COVID-19 has created opportunities for organised criminals and fraudsters across the globe, and MEA is no exception.  The region has traditionally been dominated by cash payments, but the pandemic accelerated a huge shift to digital transactions (e.g. a PwC survey shows 53% of Middle East respondents making purchases online).  This change, coupled with public anxiety which left people vulnerable to scams, led to a massive increase in fraud including phishing, online shopping fraud, impersonation fraud, and fake charitable appeals. The UAE, for instance, saw a 250% increase last year in cyberattacks, including phishing and ransomware incidents.

Financial institutions need to respond by re-examining their fraud controls, conducting risk assessments to capture the latest threats, and educating their customers on new risks and typologies.  Informal collaboration or industry groups such as the regional charters of the FinTech FinCrime Exchange can be invaluable here.

Spotlight on digital onboarding and eKYC

Regulators in the Middle East and Africa were already moving towards greater digitisation and use of technology to fight financial crime, and this trend has only been accelerated by the COVID-19 pandemic.  In April 2020 the Arab Monetary Fund published a report on ‘Digital Identity and e-KYC Guidelines for the Arab Countries’ to further the debate on adopting digital onboarding tools.  Within the Middle East, the UAE and Bahrain have been the national frontrunners - Bahrain launched an eKYC project mandated by the Central Bank of Bahrain in 2019, to facilitate KYC data sharing amongst participating financial institutions which has continued to develop over the course of 2020, and the UAE introduced its own eKYC platform which went live in July last year.   

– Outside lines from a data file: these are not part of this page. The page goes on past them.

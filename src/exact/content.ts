import { gcd } from "./integer.js";
import { Surd } from "./surd.js";

/**
 * The positive fraction c for which all numbers divided by c have whole coefficients without a common divisor; 1 where all are
 * zero. Dividing by it keeps vectors and polynomials that have no fixed scale small.
 */
export function contentOf(numbers: readonly Surd[]): Surd {
  let den = 1n;
  for (const x of numbers) {
    const d = x.terms.den;
    if (d !== den) den *= d / gcd(den, d);
  }
  let common = 0n;
  for (const x of numbers) {
    const { re, im, den: d } = x.terms;
    for (const list of [re, im]) {
      for (const n of list) {
        if (common === 1n) return Surd.ratio(1n, den);
        common = gcd(common, n * (den / d));
      }
    }
  }
  return common === 0n ? Surd.one : Surd.ratio(common, den);
}
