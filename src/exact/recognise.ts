import { GoodBasisError } from "../errors.js";
import { requireArgument, requireOptions, shown } from "../misuse.js";
import { exactSqrt } from "./integer.js";
import { fareyNeighbours, type Ratio, simplestBetween } from "./simplest-fraction.js";
import { Surd } from "./surd.js";

/** What {@link recognise} takes for a hit. */
export interface RecogniseOptions {
  /** How far the value may be from the exact number, relative to the larger of |value| and `scale`; 2^−46 unless stated. */
  readonly tolerance?: number | undefined;
  /** A size below which the tolerance no longer shrinks, such as the largest entry of a matrix; 0 unless stated. */
  readonly scale?: number | undefined;
  /** Largest denominator of a fraction; 1000 unless stated. */
  readonly maxDenominator?: number | undefined;
  /** Largest numerator and denominator of the square of a root; 10,000 unless stated, 0 for fractions alone. */
  readonly maxSquare?: number | undefined;
}

/** An exact number that a double may stand for: a guess to be confirmed by whoever knows the matrix, never a proof. */
export interface Proposal {
  /** Says what it is. */
  readonly kind: "proposal";
  /** The exact number. */
  readonly value: Surd;
  /** |double − value|, rounded up. */
  readonly distance: number;
}

/** A hit must have this many tolerances around it to itself. */
const ISOLATION = 1000n;

interface Interval {
  readonly low: Ratio;
  readonly high: Ratio;
}

/**
 * The one fraction, or one square root of a fraction, that a double may stand for.
 *
 * Fractions p/q and roots ±√(p/q) with bounded parts are looked for in an interval around the value, by continued fractions
 * of its ends and of their squares. A proposal is made only where exactly one of all these numbers lies within a thousand
 * tolerances, and it lies within one.
 *
 * @returns undefined where nothing fits, or more than one number might
 * @throws GoodBasisError `not-finite`; `option` - an option outside its range
 *
 * @example
 * ```ts
 * import { recognise } from "goodbasis";
 *
 * console.log(recognise(0.8164965809277260)?.value.text(), recognise(Math.PI)); // sqrt(2/3) undefined
 * ```
 */
export function recognise(value: number, options: RecogniseOptions = {}): Proposal | undefined {
  const { tolerance, scale, maxDenominator, maxSquare } = checked(options);
  requireArgument(
    typeof value === "number",
    "recognise",
    "a number",
    value,
    "an exact text needs no guess: Surd.from reads it",
  );
  const exact = Surd.from(value);
  const modulus = exact.sign() < 0 ? exact.negate() : exact;
  const radius = Surd.from(tolerance).times(Surd.from(Math.max(Math.abs(value), scale)));
  const wide = around(modulus, radius.times(ISOLATION));
  const found: Surd[] = [];
  const fractions = membersOf(wide, maxDenominator);
  if (fractions === "several") return undefined;
  if (fractions !== undefined) found.push(Surd.ratio(...fractions));
  if (maxSquare > 0n) {
    const squares = rootsOf(wide, maxSquare);
    if (squares === "several") return undefined;
    if (squares !== undefined && !found.some((x) => x.equals(squares))) found.push(squares);
  }
  const [only, ...others] = found;
  if (only === undefined || others.length > 0) return undefined;
  const number = exact.sign() < 0 ? only.negate() : only;
  const difference = number.minus(exact);
  const distance = difference.sign() < 0 ? difference.negate() : difference;
  if (distance.compare(radius) > 0) return undefined;
  return { kind: "proposal", value: number, distance: distance.enclosure()[1] };
}

function checked(options: RecogniseOptions): {
  tolerance: number;
  scale: number;
  maxDenominator: bigint;
  maxSquare: bigint;
} {
  requireOptions("recognise", options, ["tolerance", "scale", "maxDenominator", "maxSquare"]);
  const { tolerance = 2 ** -46, scale = 0, maxDenominator = 1000, maxSquare = 10_000 } = options;
  const demand = (name: string, value: number, holds: boolean, what: string): void => {
    if (!holds)
      throw new GoodBasisError("option", `recognise: ${name} must be ${what}, got ${shown(value)}`, { [name]: value });
  };
  demand("tolerance", tolerance, tolerance >= 0 && tolerance < 1e-3, "at least 0 and below 0.001");
  demand("scale", scale, scale >= 0 && Number.isFinite(scale), "a finite number from 0 on");
  const isCount = (n: number, least: number): boolean => Number.isSafeInteger(n) && n >= least;
  demand("maxDenominator", maxDenominator, isCount(maxDenominator, 1), "a whole number from 1 on");
  demand("maxSquare", maxSquare, isCount(maxSquare, 0), "a whole number from 0 on");
  return { tolerance, scale, maxDenominator: BigInt(maxDenominator), maxSquare: BigInt(maxSquare) };
}

function around(x: Surd, radius: Surd): Interval {
  const low = x.minus(radius);
  return { low: low.sign() < 0 ? [0n, 1n] : ratioOf(low), high: ratioOf(x.plus(radius)) };
}

function ratioOf(x: Surd): Ratio {
  const { re, den } = x.terms;
  return [re[0] ?? 0n, den];
}

/** The one fraction with a denominator up to `most` in the interval; undefined for none. */
function membersOf({ low, high }: Interval, most: bigint): Ratio | "several" | undefined {
  const simplest = simplestBetween(low, high);
  if (simplest[1] > most) return undefined;
  const { below, above } = fareyNeighbours(simplest, most);
  return less(below, low) && less(high, above) ? simplest : "several";
}

function less([a, b]: Ratio, [c, d]: Ratio): boolean {
  return a * d < c * b;
}

/** The one √(p/q) in the interval, p and q up to `most`, whose value is not a fraction with a small denominator anyway. */
function rootsOf({ low, high }: Interval, most: bigint): Surd | "several" | undefined {
  const square = ([p, q]: Ratio): Ratio => [p * p, q * q];
  const [from, to] = [square(low), square(high)];
  // p ≤ most means q ≤ most / (p / q)
  const denominators = from[0] === 0n ? most : (most * from[1]) / from[0];
  const least = denominators < most ? denominators : most;
  if (least === 0n) return undefined;
  const member = membersOf({ low: from, high: to }, least);
  if (member === undefined || member === "several") return member;
  const [p, q] = member;
  const [r, s] = [exactSqrt(p), exactSqrt(q)];
  if (r !== undefined && s !== undefined) return Surd.ratio(r, s);
  return Surd.sqrt(Surd.ratio(p, q));
}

As more and more firms look to digitise their compliance processes, against this backdrop of growing official support, care must be taken to select technological solutions which allow firms to reduce any potential risk exposure, and that their use and integration is properly assessed and re-evaluated on an ongoing basis.

FATF Mutual Evaluation Report on the UAE

One major regional news story in 2020 was the publication of FATF’s critical Mutual Evaluation Report on the UAE’s money laundering and terrorist financing controls.  FATF stated the UAE needed to make “fundamental and major improvements” to its AML/CTF systems, and placed it under a year-long observation to ensure that it is properly implementing its recently adopted laws.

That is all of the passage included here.